*Material for the task:*

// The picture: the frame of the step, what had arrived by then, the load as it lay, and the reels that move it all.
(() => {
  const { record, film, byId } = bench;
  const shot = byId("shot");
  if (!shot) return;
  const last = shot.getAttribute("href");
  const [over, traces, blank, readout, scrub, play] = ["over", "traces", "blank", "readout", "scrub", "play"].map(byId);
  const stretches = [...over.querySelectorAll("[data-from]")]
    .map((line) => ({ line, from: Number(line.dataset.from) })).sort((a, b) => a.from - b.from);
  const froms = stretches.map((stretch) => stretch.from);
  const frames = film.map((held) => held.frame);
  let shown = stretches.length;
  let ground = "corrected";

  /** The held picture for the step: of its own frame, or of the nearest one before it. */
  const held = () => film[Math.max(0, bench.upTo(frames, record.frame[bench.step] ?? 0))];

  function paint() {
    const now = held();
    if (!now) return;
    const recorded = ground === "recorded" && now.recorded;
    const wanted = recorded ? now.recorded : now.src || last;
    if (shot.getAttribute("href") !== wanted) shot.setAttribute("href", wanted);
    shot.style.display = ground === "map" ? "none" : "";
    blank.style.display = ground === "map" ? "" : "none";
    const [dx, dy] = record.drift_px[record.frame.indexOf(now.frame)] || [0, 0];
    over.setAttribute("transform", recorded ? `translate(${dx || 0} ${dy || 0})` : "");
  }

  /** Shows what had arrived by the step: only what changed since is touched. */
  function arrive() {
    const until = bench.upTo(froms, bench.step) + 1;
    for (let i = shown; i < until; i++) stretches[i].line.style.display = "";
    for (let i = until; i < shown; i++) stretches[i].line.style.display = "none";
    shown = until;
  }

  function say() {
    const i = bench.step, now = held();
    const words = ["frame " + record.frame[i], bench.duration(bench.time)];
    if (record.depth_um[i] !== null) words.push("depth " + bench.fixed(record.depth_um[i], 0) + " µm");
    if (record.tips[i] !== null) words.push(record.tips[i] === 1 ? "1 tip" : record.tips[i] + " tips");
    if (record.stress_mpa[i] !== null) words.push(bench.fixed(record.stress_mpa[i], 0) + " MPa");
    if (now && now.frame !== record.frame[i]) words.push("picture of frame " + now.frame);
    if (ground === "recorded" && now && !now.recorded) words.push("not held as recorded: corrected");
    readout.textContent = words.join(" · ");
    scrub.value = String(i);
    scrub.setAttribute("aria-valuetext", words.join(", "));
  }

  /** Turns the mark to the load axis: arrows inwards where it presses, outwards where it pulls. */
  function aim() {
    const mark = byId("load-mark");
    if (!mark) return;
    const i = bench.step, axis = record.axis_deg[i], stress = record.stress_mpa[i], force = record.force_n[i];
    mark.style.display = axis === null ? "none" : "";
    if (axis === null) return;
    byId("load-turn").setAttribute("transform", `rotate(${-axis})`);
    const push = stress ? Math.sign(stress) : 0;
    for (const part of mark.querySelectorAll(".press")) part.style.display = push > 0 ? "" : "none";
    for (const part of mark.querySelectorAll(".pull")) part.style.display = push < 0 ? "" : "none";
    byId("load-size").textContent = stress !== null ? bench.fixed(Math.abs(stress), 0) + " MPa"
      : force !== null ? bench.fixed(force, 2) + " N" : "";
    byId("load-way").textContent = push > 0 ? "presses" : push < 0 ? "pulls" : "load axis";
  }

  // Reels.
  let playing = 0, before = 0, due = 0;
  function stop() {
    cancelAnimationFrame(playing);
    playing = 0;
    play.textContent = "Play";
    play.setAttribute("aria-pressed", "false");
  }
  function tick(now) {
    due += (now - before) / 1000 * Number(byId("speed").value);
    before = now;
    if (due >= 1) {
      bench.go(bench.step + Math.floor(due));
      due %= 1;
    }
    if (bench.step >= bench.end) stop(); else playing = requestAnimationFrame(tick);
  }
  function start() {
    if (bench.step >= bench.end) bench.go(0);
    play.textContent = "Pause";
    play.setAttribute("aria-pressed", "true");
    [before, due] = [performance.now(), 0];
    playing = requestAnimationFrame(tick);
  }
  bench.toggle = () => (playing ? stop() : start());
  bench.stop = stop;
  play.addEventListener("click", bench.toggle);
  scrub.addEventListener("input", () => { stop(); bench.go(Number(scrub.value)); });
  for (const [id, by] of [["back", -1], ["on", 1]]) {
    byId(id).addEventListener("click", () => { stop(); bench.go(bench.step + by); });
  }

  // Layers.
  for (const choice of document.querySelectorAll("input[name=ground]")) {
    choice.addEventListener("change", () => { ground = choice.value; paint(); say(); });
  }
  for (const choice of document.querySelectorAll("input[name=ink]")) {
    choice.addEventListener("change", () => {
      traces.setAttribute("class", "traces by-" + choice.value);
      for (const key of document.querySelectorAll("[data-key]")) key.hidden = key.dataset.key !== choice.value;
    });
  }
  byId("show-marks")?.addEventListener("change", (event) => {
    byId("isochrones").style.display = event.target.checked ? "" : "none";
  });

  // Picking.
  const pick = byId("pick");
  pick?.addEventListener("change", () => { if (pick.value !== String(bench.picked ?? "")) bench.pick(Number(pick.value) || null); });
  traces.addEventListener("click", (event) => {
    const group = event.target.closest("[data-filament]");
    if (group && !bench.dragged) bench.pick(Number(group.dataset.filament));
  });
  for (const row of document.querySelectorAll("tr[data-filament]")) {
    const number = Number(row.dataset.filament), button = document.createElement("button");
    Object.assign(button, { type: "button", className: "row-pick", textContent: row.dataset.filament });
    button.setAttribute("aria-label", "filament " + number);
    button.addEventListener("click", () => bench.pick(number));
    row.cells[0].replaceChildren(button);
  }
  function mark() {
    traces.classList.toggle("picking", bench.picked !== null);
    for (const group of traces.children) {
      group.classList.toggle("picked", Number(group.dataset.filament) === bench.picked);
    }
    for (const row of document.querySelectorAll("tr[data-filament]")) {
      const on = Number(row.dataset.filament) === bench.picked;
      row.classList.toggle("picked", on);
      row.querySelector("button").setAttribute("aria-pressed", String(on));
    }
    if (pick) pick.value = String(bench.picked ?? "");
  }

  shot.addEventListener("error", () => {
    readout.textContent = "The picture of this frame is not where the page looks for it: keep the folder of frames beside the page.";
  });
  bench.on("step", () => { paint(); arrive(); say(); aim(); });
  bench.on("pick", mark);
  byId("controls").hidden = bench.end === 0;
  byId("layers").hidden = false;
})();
...
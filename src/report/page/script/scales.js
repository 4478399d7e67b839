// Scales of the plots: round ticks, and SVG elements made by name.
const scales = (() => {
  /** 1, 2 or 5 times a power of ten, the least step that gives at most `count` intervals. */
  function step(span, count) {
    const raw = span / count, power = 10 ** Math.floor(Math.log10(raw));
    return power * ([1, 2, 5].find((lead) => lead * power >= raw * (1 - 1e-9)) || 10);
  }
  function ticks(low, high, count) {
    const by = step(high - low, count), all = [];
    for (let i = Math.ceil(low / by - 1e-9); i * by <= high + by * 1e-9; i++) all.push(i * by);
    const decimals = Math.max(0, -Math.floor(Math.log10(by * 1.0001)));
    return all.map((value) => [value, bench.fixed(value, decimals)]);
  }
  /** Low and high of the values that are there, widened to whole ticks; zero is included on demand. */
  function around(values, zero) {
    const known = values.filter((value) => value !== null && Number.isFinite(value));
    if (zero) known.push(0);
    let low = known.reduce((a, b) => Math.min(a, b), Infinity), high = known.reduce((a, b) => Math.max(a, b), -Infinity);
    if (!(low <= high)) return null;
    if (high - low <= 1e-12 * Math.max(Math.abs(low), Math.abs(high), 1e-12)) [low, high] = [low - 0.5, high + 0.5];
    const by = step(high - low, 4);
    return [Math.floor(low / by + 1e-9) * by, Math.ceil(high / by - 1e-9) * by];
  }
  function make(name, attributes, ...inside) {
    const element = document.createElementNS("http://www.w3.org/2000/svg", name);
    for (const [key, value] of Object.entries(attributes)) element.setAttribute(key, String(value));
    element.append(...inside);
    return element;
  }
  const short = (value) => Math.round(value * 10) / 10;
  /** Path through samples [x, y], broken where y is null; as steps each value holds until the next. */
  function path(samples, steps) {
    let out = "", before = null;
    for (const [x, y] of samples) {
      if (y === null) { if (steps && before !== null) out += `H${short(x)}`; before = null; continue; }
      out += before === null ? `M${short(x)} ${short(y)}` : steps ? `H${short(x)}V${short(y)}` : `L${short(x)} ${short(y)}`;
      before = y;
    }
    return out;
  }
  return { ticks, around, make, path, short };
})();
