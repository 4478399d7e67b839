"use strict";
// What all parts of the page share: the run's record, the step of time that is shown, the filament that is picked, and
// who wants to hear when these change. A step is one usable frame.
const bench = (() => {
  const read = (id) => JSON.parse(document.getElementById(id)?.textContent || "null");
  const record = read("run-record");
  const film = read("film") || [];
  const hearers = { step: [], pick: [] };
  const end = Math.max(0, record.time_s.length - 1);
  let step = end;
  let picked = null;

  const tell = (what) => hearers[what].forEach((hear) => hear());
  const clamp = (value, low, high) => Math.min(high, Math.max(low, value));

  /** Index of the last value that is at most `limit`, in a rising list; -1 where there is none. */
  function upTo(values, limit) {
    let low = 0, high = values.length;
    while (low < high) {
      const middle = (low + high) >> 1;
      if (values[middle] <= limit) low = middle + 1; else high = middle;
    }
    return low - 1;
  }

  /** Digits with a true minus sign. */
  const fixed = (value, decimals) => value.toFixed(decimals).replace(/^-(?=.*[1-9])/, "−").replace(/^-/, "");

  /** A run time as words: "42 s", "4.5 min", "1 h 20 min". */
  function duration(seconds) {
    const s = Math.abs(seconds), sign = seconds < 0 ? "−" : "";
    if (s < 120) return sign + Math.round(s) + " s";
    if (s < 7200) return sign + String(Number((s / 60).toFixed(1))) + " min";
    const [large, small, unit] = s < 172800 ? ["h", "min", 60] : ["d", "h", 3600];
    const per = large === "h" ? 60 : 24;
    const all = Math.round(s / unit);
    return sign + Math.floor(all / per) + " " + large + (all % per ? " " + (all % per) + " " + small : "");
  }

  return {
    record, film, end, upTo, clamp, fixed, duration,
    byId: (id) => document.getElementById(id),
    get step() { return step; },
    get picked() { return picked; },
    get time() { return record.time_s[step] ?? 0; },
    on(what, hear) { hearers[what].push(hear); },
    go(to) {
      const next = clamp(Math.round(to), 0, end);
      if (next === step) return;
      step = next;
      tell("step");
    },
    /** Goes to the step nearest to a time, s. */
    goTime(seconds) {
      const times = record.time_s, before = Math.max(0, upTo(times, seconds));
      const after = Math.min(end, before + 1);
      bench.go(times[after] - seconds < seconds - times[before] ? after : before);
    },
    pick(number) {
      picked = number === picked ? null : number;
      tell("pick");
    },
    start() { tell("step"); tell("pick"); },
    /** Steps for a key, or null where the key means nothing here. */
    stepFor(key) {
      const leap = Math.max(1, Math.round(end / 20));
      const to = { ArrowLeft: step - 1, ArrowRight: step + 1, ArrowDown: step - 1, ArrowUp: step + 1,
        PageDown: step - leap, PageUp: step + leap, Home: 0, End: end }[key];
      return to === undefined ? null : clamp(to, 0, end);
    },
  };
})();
* * *
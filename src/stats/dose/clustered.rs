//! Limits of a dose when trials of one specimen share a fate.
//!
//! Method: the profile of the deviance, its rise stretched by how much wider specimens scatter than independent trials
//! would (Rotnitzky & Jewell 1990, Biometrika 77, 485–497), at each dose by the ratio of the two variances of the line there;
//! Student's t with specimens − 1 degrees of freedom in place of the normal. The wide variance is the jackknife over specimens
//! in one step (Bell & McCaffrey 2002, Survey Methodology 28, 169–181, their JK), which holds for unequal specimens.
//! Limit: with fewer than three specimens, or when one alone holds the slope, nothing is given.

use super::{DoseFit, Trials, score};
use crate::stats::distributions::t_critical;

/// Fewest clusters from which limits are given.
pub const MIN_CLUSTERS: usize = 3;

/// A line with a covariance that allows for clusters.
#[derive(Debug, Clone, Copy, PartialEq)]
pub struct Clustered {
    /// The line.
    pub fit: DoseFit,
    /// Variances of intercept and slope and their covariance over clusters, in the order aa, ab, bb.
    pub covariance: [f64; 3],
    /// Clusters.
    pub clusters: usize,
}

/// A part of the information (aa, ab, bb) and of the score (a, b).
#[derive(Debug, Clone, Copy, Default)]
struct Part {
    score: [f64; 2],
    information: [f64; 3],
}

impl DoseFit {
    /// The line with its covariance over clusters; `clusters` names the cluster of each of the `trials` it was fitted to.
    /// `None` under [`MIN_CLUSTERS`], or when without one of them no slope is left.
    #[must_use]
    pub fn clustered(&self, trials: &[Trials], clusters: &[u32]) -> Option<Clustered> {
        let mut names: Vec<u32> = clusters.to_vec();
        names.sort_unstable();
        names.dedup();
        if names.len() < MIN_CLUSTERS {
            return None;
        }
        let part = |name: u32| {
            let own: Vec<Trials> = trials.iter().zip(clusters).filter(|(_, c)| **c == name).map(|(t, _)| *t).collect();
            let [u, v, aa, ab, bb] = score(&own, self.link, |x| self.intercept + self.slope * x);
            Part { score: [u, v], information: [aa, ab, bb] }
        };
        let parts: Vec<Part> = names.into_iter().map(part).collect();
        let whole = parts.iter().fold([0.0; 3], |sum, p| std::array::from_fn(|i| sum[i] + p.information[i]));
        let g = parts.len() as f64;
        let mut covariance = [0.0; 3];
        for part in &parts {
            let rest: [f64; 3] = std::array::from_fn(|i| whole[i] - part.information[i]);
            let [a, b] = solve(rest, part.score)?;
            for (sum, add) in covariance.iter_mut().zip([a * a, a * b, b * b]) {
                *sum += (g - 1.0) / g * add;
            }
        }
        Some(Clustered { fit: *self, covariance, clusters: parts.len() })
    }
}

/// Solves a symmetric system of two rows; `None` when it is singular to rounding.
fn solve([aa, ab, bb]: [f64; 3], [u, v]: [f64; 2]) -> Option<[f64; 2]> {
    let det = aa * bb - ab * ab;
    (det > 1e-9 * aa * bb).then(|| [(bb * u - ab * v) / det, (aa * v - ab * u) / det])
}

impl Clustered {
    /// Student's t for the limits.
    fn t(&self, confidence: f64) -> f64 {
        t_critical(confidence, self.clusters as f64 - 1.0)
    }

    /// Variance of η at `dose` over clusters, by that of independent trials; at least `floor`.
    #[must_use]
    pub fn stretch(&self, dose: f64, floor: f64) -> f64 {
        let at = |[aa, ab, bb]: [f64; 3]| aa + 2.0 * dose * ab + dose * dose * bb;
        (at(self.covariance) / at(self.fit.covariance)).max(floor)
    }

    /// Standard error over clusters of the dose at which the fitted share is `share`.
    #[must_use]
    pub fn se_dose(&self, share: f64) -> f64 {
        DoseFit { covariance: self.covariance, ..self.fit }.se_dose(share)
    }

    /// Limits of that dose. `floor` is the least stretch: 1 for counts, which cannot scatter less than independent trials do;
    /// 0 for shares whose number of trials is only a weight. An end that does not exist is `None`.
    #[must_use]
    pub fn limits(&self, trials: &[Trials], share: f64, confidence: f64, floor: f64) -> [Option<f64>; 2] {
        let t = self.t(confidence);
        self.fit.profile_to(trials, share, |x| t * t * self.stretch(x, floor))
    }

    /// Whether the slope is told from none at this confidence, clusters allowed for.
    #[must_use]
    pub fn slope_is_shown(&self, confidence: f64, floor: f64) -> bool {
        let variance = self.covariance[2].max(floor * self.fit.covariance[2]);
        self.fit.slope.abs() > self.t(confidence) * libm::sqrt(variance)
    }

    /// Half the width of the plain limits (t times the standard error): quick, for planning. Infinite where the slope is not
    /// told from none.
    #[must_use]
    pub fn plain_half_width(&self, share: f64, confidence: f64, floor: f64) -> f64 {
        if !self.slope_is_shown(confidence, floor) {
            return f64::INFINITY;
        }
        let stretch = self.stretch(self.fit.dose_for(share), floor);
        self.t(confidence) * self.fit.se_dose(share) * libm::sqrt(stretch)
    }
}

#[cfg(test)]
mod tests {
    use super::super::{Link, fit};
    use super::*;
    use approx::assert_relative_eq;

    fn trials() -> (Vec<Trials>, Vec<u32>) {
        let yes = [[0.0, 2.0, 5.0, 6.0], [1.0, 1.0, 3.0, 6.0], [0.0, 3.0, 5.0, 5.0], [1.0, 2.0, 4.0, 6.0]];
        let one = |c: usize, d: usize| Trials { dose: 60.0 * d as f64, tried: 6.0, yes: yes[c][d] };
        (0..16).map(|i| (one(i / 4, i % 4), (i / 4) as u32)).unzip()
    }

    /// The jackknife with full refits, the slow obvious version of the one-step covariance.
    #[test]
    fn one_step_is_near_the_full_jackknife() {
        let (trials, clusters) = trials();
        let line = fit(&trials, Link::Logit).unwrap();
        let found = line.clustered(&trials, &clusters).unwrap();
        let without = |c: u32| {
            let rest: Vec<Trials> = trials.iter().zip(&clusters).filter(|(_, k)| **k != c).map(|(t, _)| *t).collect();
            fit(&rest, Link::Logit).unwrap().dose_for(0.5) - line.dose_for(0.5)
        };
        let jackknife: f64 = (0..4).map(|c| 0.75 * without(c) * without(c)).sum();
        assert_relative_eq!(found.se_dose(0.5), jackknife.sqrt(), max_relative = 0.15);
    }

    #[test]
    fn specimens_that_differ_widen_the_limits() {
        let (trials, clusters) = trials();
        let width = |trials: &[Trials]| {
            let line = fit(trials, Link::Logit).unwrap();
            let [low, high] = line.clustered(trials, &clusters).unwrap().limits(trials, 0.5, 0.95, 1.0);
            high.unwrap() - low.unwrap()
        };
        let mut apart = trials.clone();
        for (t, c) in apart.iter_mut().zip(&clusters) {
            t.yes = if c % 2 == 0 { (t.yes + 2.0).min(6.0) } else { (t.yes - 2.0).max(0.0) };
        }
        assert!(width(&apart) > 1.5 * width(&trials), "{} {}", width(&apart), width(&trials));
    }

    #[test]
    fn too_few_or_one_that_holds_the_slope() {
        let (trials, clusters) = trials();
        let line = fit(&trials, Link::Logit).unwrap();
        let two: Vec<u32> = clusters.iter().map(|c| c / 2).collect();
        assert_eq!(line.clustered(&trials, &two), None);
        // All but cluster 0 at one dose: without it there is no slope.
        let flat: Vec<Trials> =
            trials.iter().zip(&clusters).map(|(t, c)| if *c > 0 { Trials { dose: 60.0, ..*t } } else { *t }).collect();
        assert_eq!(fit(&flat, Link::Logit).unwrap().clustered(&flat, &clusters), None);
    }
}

*Problem to solve:*
Go through the material above and return each line that holds the word "froms".

*Solved problem:*
  const froms = stretches.map((stretch) => stretch.from);
    const until = bench.upTo(froms, bench.step) + 1;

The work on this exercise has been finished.